Friday, December 02, 2011
The Circle of Life
When the technician told me her daughters' names, I said, "Oooh! Those are good ones! We're always looking for good "S" names since our last name starts with an S" (and it's fun to alliterate, obviously). Her lack of a response told me with certainty that the baby is a boy—no Sophias or Sadies for us—but Dr. Husband pointed out that she's a medical professional and unlikely to reveal information she's not supposed to. God knows those people never slip up! Still, I'm assuming boy. Samuel? Scott? Silas? Singer?*
The baby appears healthy and strong with no obvious markers of obvious problems, which is fitting since people in this family tend to have more subtle kinds of problems—the kind that require therapy, not the kind that require intervention by a team of specialists. (Though now that I think about it, I can imagine any number of ways in which intervention by a team of specialists would have been/would still be a GODSEND.)
I was reading through the radiologist's report, happily noting all the "normals" (not to mention the "singles"), when I glanced at the top of the page and saw, "Detailed screen for fetal anomalies — Advanced Maternal Age."

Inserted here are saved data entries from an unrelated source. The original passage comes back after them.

// Deframing of one link's line bits (ISO/IEC 13239): flag 01111110, deletion of the 0 a
// transmitter inserts after five 1s, abort (seven or more 1s inside a frame), idle (fifteen or
// more 1s), shared flags and residue bits.
//
// Rules this deframer applies:
// - A flag is a run of exactly six 1s with a 0 on each side. The closing 0 of one flag may also
//   be the opening 0 of the next (011111101111110, "shared zero"), which some controllers send
//   between fill flags (from memory). A receiver matching the pattern in a sliding window sees
//   two flags there, so we count two flags and no frame between them; the alternative (one flag
//   then a 7-bit frame) would turn every such stretch into a 'short' frame.
// - One flag may close a frame and open the next (shared flag).
// - The bits of a frame are those after the opening flag's last 0 and before the closing flag's
//   first 0. A 0 after five 1s is deleted and its line position recorded in `stuffed`.
// - Abort: the seventh 1 in a row ends the frame. The 1s before it cannot be told apart from the
//   abort itself, so an aborted frame keeps the bits up to its last 0 (common practice).
// - A stretch of flags with nothing between them is one 'flags' line event (count = flags in the
//   stretch, including the one closing the previous frame and the one opening the next), reported
//   when at least two flags are adjacent. A run of fifteen or more 1s is one 'idle' line event.
// - A frame cut off by the end of the input, or growing past maxFrameOctets (a line stuck in
//   data, e.g. held at 0), is reported as 'abort' when it holds at least one octet; fewer bits are
//   the start of a flag and are dropped.
// Line events are reported when their stretch ends (a stretch ends before the next frame of the
// same link starts), so across links they may lag behind frames; the pipeline orders by sample.
//
// Speed: line bits are taken packed, eight at a time, through tables built once (see FAST): inside
// a frame, eight line bits without a sixth 1 in a row go in as their data bits in one step, with
// any stuffed 0s deleted. Other bits go one at a time through a loop on locals, and the rare ones
// (flags, aborts, idle, a full buffer) through slowBit(), the rules above on the state in `this`.
// One-bit-per-element chunks are packed first; `bitwise` sends every bit through slowBit(), the
// plain reference both loops are tested against (tests/decoder/fast-path-deframe.test.ts).
import type { BitChunk, FrameStatus, LineEvent, RawFrame } from './types';

export interface DeframerSink {
  frame(f: RawFrame): void;
  event(e: LineEvent): void;
}

export interface DeframerOptions {
  /** fewer whole octets than this make a frame 'short': address + control + FCS (4 for FCS-16) */
  minOctets?: number;
  /** longest frame kept; longer ones are closed as 'abort' */
  maxFrameOctets?: number;
  /**
   * Take every line bit one at a time by the plain rules (slowBit), never through the tables or
   * the loop on locals: the reference those are tested against.
   */
  bitwise?: boolean;
  /**
   * Frames' octets may share one ArrayBuffer (views into blocks of SHARED_BLOCK bytes, each
   * written once): no buffer allocated and swept per frame. For a consumer that lets go of frames
   * soon after it gets them (the decode CLI); one that keeps a few frames of many would keep
   * their whole blocks alive, so the default is a buffer per frame.
   */
  sharedBytes?: boolean;
  /** false: no line events are made (a consumer that drops them); frames are the same either way */
  events?: boolean;
}

/** octets per shared block of frame bytes (DeframerOptions.sharedBytes) */
const SHARED_BLOCK = 1 << 16;
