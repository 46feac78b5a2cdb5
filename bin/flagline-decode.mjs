#!/usr/bin/env node
// `npm run --silent decode -- <capture> [options]`: builds the CLI when its build is missing or
// stale (saying so on stderr, so stdout stays NDJSON), then runs dist/server/decode.mjs.
import { ensureServerBuild } from '../server/cli/server-build.mjs';

await import(await ensureServerBuild('decode'));
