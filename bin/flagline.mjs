#!/usr/bin/env node
// `npm start`: builds the server when its build is missing or stale, then runs dist/server/start.mjs.
import { ensureServerBuild } from '../server/cli/server-build.mjs';

process.setSourceMapsEnabled(true);
await import(await ensureServerBuild('start'));
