@dataclass(frozen=True)
class FlipFindings:
    """The flip test of one attribute in one mode.

    Attributes
    ----------
    attribute, mode : str
    rows : tuple of FlipRow
        Empty when the mode does not apply (see ``notes``).
    notes : tuple of str
        What was not applicable, dropped, chosen or impossible (which proxies moved, what twins
        matched on, pools subsampled, interval caveats). Every row of :meth:`to_dict` carries them.
    caution : str
        :data:`DIRECT_FLIP_CAUTION` (direct mode) and :data:`SCREEN_CAUTION`.
    threshold : float
    favorable : bool
    extras : dict
        Mode-specific settings (the proxies moved; the twins' ``k``, features and control).
    not_applicable : str
        Why the mode does not apply (a direct flip of an attribute that is not a model input);
        empty when it applies. A test that does not apply has no rows and is never a pass.
    """

    attribute: str
    mode: str
    rows: tuple
    notes: tuple
    caution: str
    threshold: float = 0.5
    favorable: bool = True
    extras: dict = field(default_factory=dict, compare=False)
    not_applicable: str = ""

    @property
    def applies(self) -> bool:
        """False when the mode does not apply to this attribute (see :attr:`not_applicable`)."""
        return not self.not_applicable

    def to_dict(self) -> list:
        """The report's ``flips`` entries: one dict per row, each with this test's ``notes``.

        A mode that does not apply (a direct flip of a non-input) gives one row with
        ``applicable: false``, null estimates and the reason, never a made-up zero.
        """
        if not self.rows:
            return [{"attribute": self.attribute, "mode": self.mode, "from": None, "to": None,
                     "rows": 0, "flip_rate": None, "to_favorable": None, "to_unfavorable": None,
                     "mean_score_change": None, "applicable": False,
                     "sentence": self.not_applicable or "; ".join(self.notes)
                     or f"{self.mode} flips do not apply to `{self.attribute}`",
                     "notes": list(self.notes)}]
        return [{**r.to_dict(), "notes": list(self.notes)} for r in self.rows]

    def to_frame(self) -> pd.DataFrame:
        recs = []
        for r in self.rows:
            rec = {"attribute": r.attribute, "mode": r.mode, "from": r.from_, "to": r.to,
                   "rows": r.rows}
            for name in ("flip_rate", "to_favorable", "to_unfavorable", "mean_score_change"):
                e = getattr(r, name)
                rec[name], rec[name + "_low"], rec[name + "_high"] = e.value, e.low, e.high
            if r.mode != "direct":
                control = "control_rate" if r.mode == "twins" else "placebo_rate"
                for name in (control, "excess"):
                    e = getattr(r, name)
                    rec[name], rec[name + "_low"], rec[name + "_high"] = (
                        (math.nan,) * 3 if e is None else (e.value, e.low, e.high))
            rec["max_score_change"] = r.max_score_change
            rec["impossible"] = r.impossible
            rec["sentence"] = r.sentence
            recs.append(rec)
        return pd.DataFrame(recs)


def spread_interval(value, se, df, confidence_level, method) -> Estimate:
    """``value ± q · se`` within ``[-1, 1]``, ``q`` the two-sided t quantile with ``df`` degrees of
    freedom (the normal when ``df`` is infinite); NaN bounds when ``se`` is NaN."""
    q = float(_sps.t.ppf(0.5 + confidence_level / 2, df))
    return Estimate(float(value), max(value - q * se, -1.0), min(value + q * se, 1.0), method)


# ---------------------------------------------------------------------------------------------
# sentences


def pct(p) -> str:
    """A share as a percentage for a sentence: one decimal, two below 0.1 %, ``n/a`` for NaN."""
    if p is None or math.isnan(p):
        return "n/a"
    v = 100.0 * p
    return f"{v:.2f}" if 0 < v < 0.1 else f"{v:.1f}"


def _points(x) -> str:
    v = 100.0 * x
    text = f"{v:.2f}" if 0 < abs(v) < 0.1 else f"{v:.1f}"
    return "0.0" if text in ("-0.0", "-0.00") else text


def pair_sentence(attribute, mode, src, dst, ests, confidence_level, moved, is_input) -> str:
    """The finding of a direct or transport row (twins rows: :func:`twin_sentence`)."""
    flip, fav, unfav = ests
    cl = f"{100 * confidence_level:g} % interval {pct(flip.low)}–{pct(flip.high)} %"
    tail = f"({cl}): {pct(fav.value)} % become favourable, {pct(unfav.value)} % unfavourable."
    if mode == "direct":
        return (f"Changing {attribute} from {src} to {dst}, all else equal, changes "
                f"{pct(flip.value)} % of decisions {tail}")
    if mode == "transport":
        what = ", ".join(m for m in moved if m != attribute)
        if not what:  # the attribute is an input but no feature stands in for it enough to move
            lead = f"Changing {attribute} from {src} to {dst} (no proxy was moved)"
        elif is_input:
            lead = (f"Changing {attribute} from {src} to {dst} and moving its proxies ({what}) to "
                    f"where they sit in the {dst} group")
        else:
            lead = (f"Moving the proxies of {attribute} ({what}) of the {src} group to where they "
                    f"sit in the {dst} group ({attribute} itself is not a model input)")
        return f"{lead} changes {pct(flip.value)} % of decisions {tail}"
    return ""  # twins rows get their sentence from twin_sentence, which also states the control


def placebo_sentence(row: FlipRow, confidence_level) -> str:
    """What a transport row adds to :func:`pair_sentence`: the placebo and the excess over it."""
    if row.excess is None:
        return (f"The {row.from_} group is too small to split for a placebo, so this share also "
                "holds the flips that estimating the map causes by itself.")
    ex = row.excess
    sep = "–" if ex.low >= 0 else " to "
    return (f"Mapping the {row.from_} group onto a random part of itself the same way (a placebo) "
            f"changes {pct(row.placebo_rate.value)} %: an excess of {_points(ex.value)} points "
            f"({100 * confidence_level:g} % interval {_points(ex.low)}{sep}{_points(ex.high)}).")


def impossible_sentence(attribute, src, dst) -> str:
    return (f"Changing {attribute} from {src} to {dst} is not possible: the model has never "
            f"seen {dst} as a value of {attribute}, so these rows were not scored.")


def twin_sentence(row: FlipRow, k, subsampled, confidence_level) -> str:
    """The finding of a twins row: the raw share, the own-group control and the excess."""
    flip, fav, unfav = row.flip_rate, row.to_favorable, row.to_unfavorable
    cl = f"{100 * confidence_level:g} % interval"
    head = (f"Of the {row.from_} group, {pct(flip.value)} % get a different decision from most of "
            f"their {k} nearest twins in the {row.to} group ({cl} {pct(flip.low)}–"
            f"{pct(flip.high)} %)")
    tail = (f"For {pct(fav.value)} % the twins' decision is favourable and theirs is not, for "
            f"{pct(unfav.value)} % the reverse.")
    if row.excess is None:
        return (f"{head}. {tail} No own-group control could be formed (the {row.from_} group is "
                "too small), so this share also holds the disagreement found near the decision "
                "boundary whatever the group.")
    ex = row.excess
    sep = "–" if ex.low >= 0 else " to "
    sample = (f" ({pct(row.matched_rate.value)} % with twins drawn from {row.twin_pool:,} rows of "
              f"the {row.to} group, the size of the own-group pool)" if subsampled else "")
    return (f"{head}, against {pct(row.control_rate.value)} % for twins in their own group"
            f"{sample}: an excess of {_points(ex.value)} points ({cl} {_points(ex.low)}{sep}"
            f"{_points(ex.high)}). {tail}")

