def _cross_twins(Zt, Zs, k, sub, n_jobs):
    """The ``k`` nearest other-group twins of each source row: in the whole group (positions in
    ``Zt``) and in the subsample ``sub`` (positions in ``sub``; the same array when ``sub`` is
    None)."""
    if sub is None:
        nb = _kneighbors(Zt, Zs, k, n_jobs)
        return nb, nb
    p = len(sub) / len(Zt)
    if p < 0.5:  # a small subsample: its own search is cheap
        return _kneighbors(Zt, Zs, k, n_jobs), _kneighbors(Zt[sub], Zs, k, n_jobs)
    # most of the group is kept: one deeper search in the whole group serves both; the nearest k
    # of it that lie in the subsample are its nearest k there (rows short of k are searched again)
    full = _kneighbors(Zt, Zs, _query_depth(k, p, len(Zt)), n_jobs)
    pos = np.full(len(Zt), -1, dtype=np.int64)
    pos[sub] = np.arange(len(sub))
    in_sub = pos[full]
    hit = in_sub >= 0
    order = np.argsort(~hit, axis=1, kind="stable")[:, :k]
    matched = np.take_along_axis(in_sub, order, axis=1)
    short = np.flatnonzero(hit.sum(axis=1) < k)
    if len(short):
        matched[short] = _kneighbors(Zt[sub], Zs[short], k, n_jobs)
    return full[:, :k], matched


def _own_twins(Zs, k, m, gen, n_jobs) -> np.ndarray:
    """Each source row's ``k`` nearest other members of its own group (positions in ``Zs``), drawn
    from a pool of ``m`` others: all of the group when it has ``m + 1`` rows, else a random
    ``m + 1`` of them (a row outside that subsample draws from all ``m + 1``, one more; immaterial).

    Asks for ``k + 1`` and drops the row itself; when exact duplicates crowd it out of its own
    ``k + 1`` nearest, the farthest is dropped instead."""
    n = len(Zs)
    pool = np.sort(gen.choice(n, m + 1, replace=False)) if n - 1 > m else np.arange(n)
    pos = np.full(n, -1, dtype=np.int64)
    pos[pool] = np.arange(len(pool))
    nb = _kneighbors(Zs[pool] if len(pool) < n else Zs, Zs, k + 1, n_jobs)
    is_self = nb == pos[:, None]
    drop = np.where(is_self.any(axis=1), is_self.argmax(axis=1), k)
    keep = np.ones(nb.shape, dtype=bool)
    keep[np.arange(n), drop] = False
    return pool[nb[keep].reshape(n, k)]


def _twin_outcomes(own_fav, fav, base, twin_rows):
    """Per person: (twins favourable by majority and the person not, the reverse, twins' mean
    score); a tie among an even number of twins counts as no difference."""
    share = fav[twin_rows].mean(axis=1)
    return ~own_fav & (share > 0.5), own_fav & (share < 0.5), base[twin_rows].mean(axis=1)


def _paired_wald(d, z) -> Estimate:
    """Mean of per-person paired differences with the Wald interval ``mean ± z sd / sqrt(n)``."""
    n = len(d)
    if n < 2:
        warnings.warn("a paired difference needs at least two rows for an interval",
                      DegenerateWarning, stacklevel=3)
        return Estimate(float(d.mean()) if n else math.nan, math.nan, math.nan, "paired-wald")
    mean = float(d.mean())
    half = z * float(d.std(ddof=1)) / math.sqrt(n)
    return Estimate(mean, max(mean - half, -1.0), min(mean + half, 1.0), "paired-wald")


def _points(x) -> str:
    v = 100.0 * x
    text = f"{v:.2f}" if 0 < abs(v) < 0.1 else f"{v:.1f}"
    return "0.0" if text in ("-0.0", "-0.00") else text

I'd forgotten that at 36 I'm ooooooooooold. I do feel kinda creaky nowadays, but I assumed that was from this damp climate and carrying around an extra 20 pounds in my mid-section and a 27-pound toddler in my arms. Not so. It's because I'm elderly. Advanced. Old.
Now get over here so I can call you by the wrong name and pinch those rosy cheeks and force you to eat some peanut brittle.
*None of these are names we would actually use. Unless something tragic happens to Dr. Husband before the baby is born, in which case Silas and Singer will both be back in play.)